**Brief**
Print each record below character for character.

**Given records**
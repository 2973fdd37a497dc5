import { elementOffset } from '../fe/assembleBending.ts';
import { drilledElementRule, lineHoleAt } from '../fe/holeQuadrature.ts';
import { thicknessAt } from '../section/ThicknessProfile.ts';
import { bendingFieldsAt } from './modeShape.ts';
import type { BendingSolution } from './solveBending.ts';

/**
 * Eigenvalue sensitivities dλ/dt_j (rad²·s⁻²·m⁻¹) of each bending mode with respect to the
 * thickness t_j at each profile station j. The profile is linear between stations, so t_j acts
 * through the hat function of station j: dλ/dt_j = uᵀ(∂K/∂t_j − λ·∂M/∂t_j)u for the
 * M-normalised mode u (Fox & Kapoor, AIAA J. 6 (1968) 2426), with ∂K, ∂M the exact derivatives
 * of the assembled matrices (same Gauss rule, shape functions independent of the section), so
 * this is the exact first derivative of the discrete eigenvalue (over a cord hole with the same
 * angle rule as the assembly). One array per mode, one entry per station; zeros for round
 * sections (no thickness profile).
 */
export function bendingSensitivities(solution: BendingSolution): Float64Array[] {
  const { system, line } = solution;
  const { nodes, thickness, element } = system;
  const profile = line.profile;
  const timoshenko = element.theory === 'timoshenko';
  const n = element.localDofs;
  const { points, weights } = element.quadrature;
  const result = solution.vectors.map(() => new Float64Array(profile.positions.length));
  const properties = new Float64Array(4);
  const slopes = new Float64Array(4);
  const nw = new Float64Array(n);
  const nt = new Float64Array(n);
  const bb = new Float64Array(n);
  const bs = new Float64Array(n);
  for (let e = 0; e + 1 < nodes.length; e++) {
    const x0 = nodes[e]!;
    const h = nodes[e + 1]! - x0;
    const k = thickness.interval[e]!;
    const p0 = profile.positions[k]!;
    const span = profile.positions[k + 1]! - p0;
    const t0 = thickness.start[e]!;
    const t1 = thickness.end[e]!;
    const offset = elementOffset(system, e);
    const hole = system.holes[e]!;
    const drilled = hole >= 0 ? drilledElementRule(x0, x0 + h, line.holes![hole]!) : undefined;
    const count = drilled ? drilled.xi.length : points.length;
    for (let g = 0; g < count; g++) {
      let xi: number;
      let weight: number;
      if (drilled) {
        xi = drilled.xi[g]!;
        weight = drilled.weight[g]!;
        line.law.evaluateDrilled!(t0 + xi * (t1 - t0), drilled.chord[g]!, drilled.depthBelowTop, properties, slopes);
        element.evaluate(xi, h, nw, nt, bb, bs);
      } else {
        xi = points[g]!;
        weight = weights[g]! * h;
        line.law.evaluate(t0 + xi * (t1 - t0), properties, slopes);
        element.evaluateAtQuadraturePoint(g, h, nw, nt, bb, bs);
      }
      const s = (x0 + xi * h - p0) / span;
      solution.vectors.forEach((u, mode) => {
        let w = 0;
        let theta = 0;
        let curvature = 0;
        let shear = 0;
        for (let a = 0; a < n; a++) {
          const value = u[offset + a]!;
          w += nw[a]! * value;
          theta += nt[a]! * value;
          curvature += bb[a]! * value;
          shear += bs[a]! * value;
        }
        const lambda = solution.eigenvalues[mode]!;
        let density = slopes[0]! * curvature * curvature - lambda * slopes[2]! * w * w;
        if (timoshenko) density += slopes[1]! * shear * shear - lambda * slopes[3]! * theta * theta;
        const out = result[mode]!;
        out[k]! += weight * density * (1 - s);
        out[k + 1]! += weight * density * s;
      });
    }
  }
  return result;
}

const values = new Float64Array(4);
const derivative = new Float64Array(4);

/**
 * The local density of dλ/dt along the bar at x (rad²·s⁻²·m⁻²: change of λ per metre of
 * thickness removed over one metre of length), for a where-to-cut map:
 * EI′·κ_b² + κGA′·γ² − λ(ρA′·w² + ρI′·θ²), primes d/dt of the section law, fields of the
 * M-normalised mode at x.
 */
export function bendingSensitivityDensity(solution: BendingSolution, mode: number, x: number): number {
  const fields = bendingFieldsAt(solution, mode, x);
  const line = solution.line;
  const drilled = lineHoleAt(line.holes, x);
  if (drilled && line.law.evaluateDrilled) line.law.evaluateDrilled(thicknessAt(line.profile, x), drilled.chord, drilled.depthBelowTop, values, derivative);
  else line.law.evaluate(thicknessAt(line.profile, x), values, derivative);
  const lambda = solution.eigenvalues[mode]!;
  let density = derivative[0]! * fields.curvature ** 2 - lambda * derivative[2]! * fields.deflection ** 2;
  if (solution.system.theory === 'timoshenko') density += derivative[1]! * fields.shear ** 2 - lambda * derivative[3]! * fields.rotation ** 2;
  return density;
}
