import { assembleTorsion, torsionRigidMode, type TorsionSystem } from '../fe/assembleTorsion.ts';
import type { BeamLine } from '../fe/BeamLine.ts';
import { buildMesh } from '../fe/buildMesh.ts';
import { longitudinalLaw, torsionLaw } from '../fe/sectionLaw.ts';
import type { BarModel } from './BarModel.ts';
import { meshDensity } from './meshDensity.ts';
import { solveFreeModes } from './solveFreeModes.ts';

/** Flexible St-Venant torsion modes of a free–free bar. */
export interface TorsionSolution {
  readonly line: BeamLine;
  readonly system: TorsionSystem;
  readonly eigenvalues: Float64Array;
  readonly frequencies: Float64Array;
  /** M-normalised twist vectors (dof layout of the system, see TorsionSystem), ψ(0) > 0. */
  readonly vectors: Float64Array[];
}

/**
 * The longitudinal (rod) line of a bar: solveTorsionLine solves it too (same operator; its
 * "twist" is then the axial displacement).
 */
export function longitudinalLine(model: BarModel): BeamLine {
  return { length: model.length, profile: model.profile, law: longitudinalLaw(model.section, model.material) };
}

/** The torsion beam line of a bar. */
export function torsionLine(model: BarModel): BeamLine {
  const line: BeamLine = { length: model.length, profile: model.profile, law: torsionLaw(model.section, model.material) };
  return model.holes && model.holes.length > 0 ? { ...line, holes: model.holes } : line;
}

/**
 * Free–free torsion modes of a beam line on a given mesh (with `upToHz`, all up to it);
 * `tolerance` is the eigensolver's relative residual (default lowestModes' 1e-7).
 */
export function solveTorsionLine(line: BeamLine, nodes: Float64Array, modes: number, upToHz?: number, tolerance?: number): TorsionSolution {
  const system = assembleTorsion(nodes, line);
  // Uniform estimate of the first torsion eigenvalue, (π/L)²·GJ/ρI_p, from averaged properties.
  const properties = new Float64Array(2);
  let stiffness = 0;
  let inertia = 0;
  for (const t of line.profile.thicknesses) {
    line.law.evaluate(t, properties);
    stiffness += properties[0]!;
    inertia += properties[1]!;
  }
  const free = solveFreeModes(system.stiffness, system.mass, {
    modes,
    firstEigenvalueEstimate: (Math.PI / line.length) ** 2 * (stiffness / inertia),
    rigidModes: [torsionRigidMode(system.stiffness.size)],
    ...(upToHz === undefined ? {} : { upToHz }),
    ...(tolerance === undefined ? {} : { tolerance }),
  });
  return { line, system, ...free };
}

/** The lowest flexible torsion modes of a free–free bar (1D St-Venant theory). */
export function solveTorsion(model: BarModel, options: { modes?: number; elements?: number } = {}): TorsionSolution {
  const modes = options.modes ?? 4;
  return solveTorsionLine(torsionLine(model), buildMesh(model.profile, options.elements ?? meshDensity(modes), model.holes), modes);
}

**Answer space**
repository 2973fdd37a497dc5
import { elementOffset } from '../fe/assembleBending.ts';
import { drilledElementRule, lineHoleAt } from '../fe/holeQuadrature.ts';
import { thicknessAt } from '../section/ThicknessProfile.ts';
import { bendingFieldsAt } from './modeShape.ts';
import type { BendingSolution } from './solveBending.ts';

/**
 * Eigenvalue sensitivities dλ/dt_j (rad²·s⁻²·m⁻¹) of each bending mode with respect to the
 * thickness t_j at each profile station j. The profile is linear between stations, so t_j acts
 * through the hat function of station j: dλ/dt_j = uᵀ(∂K/∂t_j − λ·∂M/∂t_j)u for the
 * M-normalised mode u (Fox & Kapoor, AIAA J. 6 (1968) 2426), with ∂K, ∂M the exact derivatives
 * of the assembled matrices (same Gauss rule, shape functions independent of the section), so
 * this is the exact first derivative of the discrete eigenvalue (over a cord hole with the same
 * angle rule as the assembly). One array per mode, one entry per station; zeros for round
 * sections (no thickness profile).
 */
export function bendingSensitivities(solution: BendingSolution): Float64Array[] {
  const { system, line } = solution;
  const { nodes, thickness, element } = system;
  const profile = line.profile;
  const timoshenko = element.theory === 'timoshenko';
  const n = element.localDofs;
  const { points, weights } = element.quadrature;
  const result = solution.vectors.map(() => new Float64Array(profile.positions.length));
  const properties = new Float64Array(4);
  const slopes = new Float64Array(4);
  const nw = new Float64Array(n);
  const nt = new Float64Array(n);
  const bb = new Float64Array(n);
  const bs = new Float64Array(n);
  for (let e = 0; e + 1 < nodes.length; e++) {
    const x0 = nodes[e]!;
    const h = nodes[e + 1]! - x0;
    const k = thickness.interval[e]!;
    const p0 = profile.positions[k]!;
    const span = profile.positions[k + 1]! - p0;
    const t0 = thickness.start[e]!;
    const t1 = thickness.end[e]!;
    const offset = elementOffset(system, e);
    const hole = system.holes[e]!;
    const drilled = hole >= 0 ? drilledElementRule(x0, x0 + h, line.holes![hole]!) : undefined;
    const count = drilled ? drilled.xi.length : points.length;
    for (let g = 0; g < count; g++) {
      let xi: number;
      let weight: number;
      if (drilled) {
        xi = drilled.xi[g]!;
        weight = drilled.weight[g]!;
        line.law.evaluateDrilled!(t0 + xi * (t1 - t0), drilled.chord[g]!, drilled.depthBelowTop, properties, slopes);
        element.evaluate(xi, h, nw, nt, bb, bs);
      } else {
        xi = points[g]!;
        weight = weights[g]! * h;
        line.law.evaluate(t0 + xi * (t1 - t0), properties, slopes);
        element.evaluateAtQuadraturePoint(g, h, nw, nt, bb, bs);
      }
      const s = (x0 + xi * h - p0) / span;
      solution.vectors.forEach((u, mode) => {
        let w = 0;
        let theta = 0;
        let curvature = 0;
        let shear = 0;
        for (let a = 0; a < n; a++) {
          const value = u[offset + a]!;
          w += nw[a]! * value;
          theta += nt[a]! * value;
          curvature += bb[a]! * value;
          shear += bs[a]! * value;
        }
        const lambda = solution.eigenvalues[mode]!;
        let density = slopes[0]! * curvature * curvature - lambda * slopes[2]! * w * w;
        if (timoshenko) density += slopes[1]! * shear * shear - lambda * slopes[3]! * theta * theta;
        const out = result[mode]!;
        out[k]! += weight * density * (1 - s);
        out[k + 1]! += weight * density * s;
      });
    }
  }
  return result;
}

const values = new Float64Array(4);
const derivative = new Float64Array(4);

/**
 * The local density of dλ/dt along the bar at x (rad²·s⁻²·m⁻²: change of λ per metre of
 * thickness removed over one metre of length), for a where-to-cut map:
 * EI′·κ_b² + κGA′·γ² − λ(ρA′·w² + ρI′·θ²), primes d/dt of the section law, fields of the
 * M-normalised mode at x.
 */
export function bendingSensitivityDensity(solution: BendingSolution, mode: number, x: number): number {
  const fields = bendingFieldsAt(solution, mode, x);
  const line = solution.line;
  const drilled = lineHoleAt(line.holes, x);
  if (drilled && line.law.evaluateDrilled) line.law.evaluateDrilled(thicknessAt(line.profile, x), drilled.chord, drilled.depthBelowTop, values, derivative);
  else line.law.evaluate(thicknessAt(line.profile, x), values, derivative);
  const lambda = solution.eigenvalues[mode]!;
  let density = derivative[0]! * fields.curvature ** 2 - lambda * derivative[2]! * fields.deflection ** 2;
  if (solution.system.theory === 'timoshenko') density += derivative[1]! * fields.shear ** 2 - lambda * derivative[3]! * fields.rotation ** 2;
  return density;
}
import { assembleTorsion, torsionRigidMode, type TorsionSystem } from '../fe/assembleTorsion.ts';
import type { BeamLine } from '../fe/BeamLine.ts';
import { buildMesh } from '../fe/buildMesh.ts';
import { longitudinalLaw, torsionLaw } from '../fe/sectionLaw.ts';
import type { BarModel } from './BarModel.ts';
import { meshDensity } from './meshDensity.ts';
import { solveFreeModes } from './solveFreeModes.ts';

/** Flexible St-Venant torsion modes of a free–free bar. */
export interface TorsionSolution {
  readonly line: BeamLine;
  readonly system: TorsionSystem;
  readonly eigenvalues: Float64Array;
  readonly frequencies: Float64Array;
  /** M-normalised twist vectors (dof layout of the system, see TorsionSystem), ψ(0) > 0. */
  readonly vectors: Float64Array[];
}

/**
 * The longitudinal (rod) line of a bar: solveTorsionLine solves it too (same operator; its
 * "twist" is then the axial displacement).
 */
export function longitudinalLine(model: BarModel): BeamLine {
  return { length: model.length, profile: model.profile, law: longitudinalLaw(model.section, model.material) };
}

/** The torsion beam line of a bar. */
export function torsionLine(model: BarModel): BeamLine {
  const line: BeamLine = { length: model.length, profile: model.profile, law: torsionLaw(model.section, model.material) };
  return model.holes && model.holes.length > 0 ? { ...line, holes: model.holes } : line;
}

/**
 * Free–free torsion modes of a beam line on a given mesh (with `upToHz`, all up to it);
 * `tolerance` is the eigensolver's relative residual (default lowestModes' 1e-7).
 */
export function solveTorsionLine(line: BeamLine, nodes: Float64Array, modes: number, upToHz?: number, tolerance?: number): TorsionSolution {
  const system = assembleTorsion(nodes, line);
  // Uniform estimate of the first torsion eigenvalue, (π/L)²·GJ/ρI_p, from averaged properties.
  const properties = new Float64Array(2);
  let stiffness = 0;
  let inertia = 0;
  for (const t of line.profile.thicknesses) {
    line.law.evaluate(t, properties);
    stiffness += properties[0]!;
    inertia += properties[1]!;
  }
  const free = solveFreeModes(system.stiffness, system.mass, {
    modes,
    firstEigenvalueEstimate: (Math.PI / line.length) ** 2 * (stiffness / inertia),
    rigidModes: [torsionRigidMode(system.stiffness.size)],
    ...(upToHz === undefined ? {} : { upToHz }),
    ...(tolerance === undefined ? {} : { tolerance }),
  });
  return { line, system, ...free };
}

/** The lowest flexible torsion modes of a free–free bar (1D St-Venant theory). */
export function solveTorsion(model: BarModel, options: { modes?: number; elements?: number } = {}): TorsionSolution {
  const modes = options.modes ?? 4;
  return solveTorsionLine(torsionLine(model), buildMesh(model.profile, options.elements ?? meshDensity(modes), model.holes), modes);
}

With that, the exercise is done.